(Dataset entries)

/---

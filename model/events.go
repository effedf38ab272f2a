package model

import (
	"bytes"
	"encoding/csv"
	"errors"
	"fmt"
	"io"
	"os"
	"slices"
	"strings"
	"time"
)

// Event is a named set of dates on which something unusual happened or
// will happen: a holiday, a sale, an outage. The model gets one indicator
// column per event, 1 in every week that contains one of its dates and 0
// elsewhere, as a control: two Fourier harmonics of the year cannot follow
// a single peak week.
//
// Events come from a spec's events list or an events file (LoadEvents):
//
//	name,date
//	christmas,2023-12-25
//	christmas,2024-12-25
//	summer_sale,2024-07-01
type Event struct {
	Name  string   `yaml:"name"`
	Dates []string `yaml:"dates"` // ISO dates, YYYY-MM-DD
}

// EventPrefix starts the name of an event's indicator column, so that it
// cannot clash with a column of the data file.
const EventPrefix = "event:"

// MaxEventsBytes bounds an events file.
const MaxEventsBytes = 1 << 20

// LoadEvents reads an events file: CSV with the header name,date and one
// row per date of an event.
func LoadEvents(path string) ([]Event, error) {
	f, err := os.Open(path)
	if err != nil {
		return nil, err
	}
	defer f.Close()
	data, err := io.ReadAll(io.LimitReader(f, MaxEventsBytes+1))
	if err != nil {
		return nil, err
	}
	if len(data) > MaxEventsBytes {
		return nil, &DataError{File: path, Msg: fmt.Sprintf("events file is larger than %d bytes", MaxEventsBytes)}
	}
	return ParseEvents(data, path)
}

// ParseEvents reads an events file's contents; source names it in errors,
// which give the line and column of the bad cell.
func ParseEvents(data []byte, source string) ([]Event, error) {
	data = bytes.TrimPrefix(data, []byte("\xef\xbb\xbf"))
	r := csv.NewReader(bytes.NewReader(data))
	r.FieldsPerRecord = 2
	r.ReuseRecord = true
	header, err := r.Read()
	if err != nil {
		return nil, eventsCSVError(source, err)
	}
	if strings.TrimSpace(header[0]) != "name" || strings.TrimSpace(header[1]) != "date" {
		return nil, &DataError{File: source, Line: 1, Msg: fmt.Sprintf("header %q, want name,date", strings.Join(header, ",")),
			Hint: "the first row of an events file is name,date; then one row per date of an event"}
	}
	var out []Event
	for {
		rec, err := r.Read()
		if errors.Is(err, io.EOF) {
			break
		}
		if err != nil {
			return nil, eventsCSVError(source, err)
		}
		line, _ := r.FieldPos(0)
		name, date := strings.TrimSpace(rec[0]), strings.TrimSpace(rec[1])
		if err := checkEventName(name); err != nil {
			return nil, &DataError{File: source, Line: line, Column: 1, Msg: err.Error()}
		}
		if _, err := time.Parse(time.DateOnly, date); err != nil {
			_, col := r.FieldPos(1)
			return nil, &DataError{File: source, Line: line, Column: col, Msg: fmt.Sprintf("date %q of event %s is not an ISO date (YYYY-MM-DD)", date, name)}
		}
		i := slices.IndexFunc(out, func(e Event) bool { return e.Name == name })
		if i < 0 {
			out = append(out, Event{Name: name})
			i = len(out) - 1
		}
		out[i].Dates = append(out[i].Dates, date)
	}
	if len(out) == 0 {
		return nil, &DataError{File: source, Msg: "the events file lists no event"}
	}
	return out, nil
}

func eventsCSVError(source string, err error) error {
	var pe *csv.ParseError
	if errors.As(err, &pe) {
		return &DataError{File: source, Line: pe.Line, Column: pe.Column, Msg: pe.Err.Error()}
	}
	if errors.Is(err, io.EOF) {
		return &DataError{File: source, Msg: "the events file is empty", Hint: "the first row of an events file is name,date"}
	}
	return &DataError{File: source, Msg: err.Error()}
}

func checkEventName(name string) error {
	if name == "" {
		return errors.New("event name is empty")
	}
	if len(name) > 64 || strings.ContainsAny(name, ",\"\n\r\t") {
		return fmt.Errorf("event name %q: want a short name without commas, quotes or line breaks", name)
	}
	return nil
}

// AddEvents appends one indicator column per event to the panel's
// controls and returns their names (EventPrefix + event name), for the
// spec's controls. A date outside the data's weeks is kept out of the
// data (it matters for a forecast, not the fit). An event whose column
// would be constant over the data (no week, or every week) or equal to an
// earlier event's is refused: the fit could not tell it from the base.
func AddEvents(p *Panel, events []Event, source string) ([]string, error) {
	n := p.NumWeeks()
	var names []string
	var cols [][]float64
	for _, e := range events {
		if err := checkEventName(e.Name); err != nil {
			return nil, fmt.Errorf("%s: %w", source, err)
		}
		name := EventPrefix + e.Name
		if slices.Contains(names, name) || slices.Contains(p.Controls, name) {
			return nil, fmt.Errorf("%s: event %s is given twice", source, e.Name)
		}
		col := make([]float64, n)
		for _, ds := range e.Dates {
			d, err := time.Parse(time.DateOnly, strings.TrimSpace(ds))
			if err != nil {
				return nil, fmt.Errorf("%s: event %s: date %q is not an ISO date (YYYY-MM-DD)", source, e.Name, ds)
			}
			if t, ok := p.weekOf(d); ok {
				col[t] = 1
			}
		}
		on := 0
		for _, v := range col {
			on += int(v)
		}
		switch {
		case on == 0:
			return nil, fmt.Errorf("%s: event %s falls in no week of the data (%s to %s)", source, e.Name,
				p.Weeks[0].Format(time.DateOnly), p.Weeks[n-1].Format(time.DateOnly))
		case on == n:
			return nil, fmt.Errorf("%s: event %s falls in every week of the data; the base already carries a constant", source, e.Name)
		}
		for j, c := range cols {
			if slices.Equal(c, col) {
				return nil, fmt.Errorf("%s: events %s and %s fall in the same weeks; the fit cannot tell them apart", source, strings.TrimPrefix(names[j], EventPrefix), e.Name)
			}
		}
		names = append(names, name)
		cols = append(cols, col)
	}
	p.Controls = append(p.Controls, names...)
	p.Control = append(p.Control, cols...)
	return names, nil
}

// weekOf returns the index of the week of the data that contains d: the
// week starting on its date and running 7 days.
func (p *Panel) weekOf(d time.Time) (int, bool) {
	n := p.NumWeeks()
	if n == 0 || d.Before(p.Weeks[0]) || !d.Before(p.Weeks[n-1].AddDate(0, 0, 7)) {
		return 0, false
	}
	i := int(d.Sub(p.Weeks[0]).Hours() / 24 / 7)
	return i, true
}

\---
/---

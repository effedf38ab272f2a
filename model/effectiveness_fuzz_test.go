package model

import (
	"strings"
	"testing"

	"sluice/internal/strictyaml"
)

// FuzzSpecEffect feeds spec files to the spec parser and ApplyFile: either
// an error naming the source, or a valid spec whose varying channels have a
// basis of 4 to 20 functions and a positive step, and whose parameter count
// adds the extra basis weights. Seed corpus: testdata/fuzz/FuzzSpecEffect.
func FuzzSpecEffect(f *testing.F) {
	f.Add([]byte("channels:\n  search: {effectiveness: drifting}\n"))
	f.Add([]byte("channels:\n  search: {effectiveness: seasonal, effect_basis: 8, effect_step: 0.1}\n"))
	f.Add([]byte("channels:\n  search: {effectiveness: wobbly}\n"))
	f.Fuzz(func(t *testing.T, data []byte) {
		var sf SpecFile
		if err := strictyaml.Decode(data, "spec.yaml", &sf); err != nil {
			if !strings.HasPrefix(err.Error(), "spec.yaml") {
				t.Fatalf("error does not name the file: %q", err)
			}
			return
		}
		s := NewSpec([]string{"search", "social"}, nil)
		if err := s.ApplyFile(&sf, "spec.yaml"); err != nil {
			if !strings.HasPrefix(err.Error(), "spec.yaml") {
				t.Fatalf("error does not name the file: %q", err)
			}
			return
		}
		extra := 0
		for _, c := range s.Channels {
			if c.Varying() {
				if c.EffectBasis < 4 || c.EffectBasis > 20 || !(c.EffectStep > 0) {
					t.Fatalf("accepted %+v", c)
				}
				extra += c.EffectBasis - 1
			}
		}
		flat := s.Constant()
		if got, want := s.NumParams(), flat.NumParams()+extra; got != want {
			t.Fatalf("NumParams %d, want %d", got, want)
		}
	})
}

\---

> **WHAT THE TASK ASKS**
Take the lines above from the one containing "filename model/events.go" down to the one containing "unusual happened or", and transcribe them exactly, both ends included.

> **PROBLEM SOLUTION**
filename model/events.go
repository effedf38ab272f2a
package model

import (
	"bytes"
	"encoding/csv"
	"errors"
	"fmt"
	"io"
	"os"
	"slices"
	"strings"
	"time"
)

// Event is a named set of dates on which something unusual happened or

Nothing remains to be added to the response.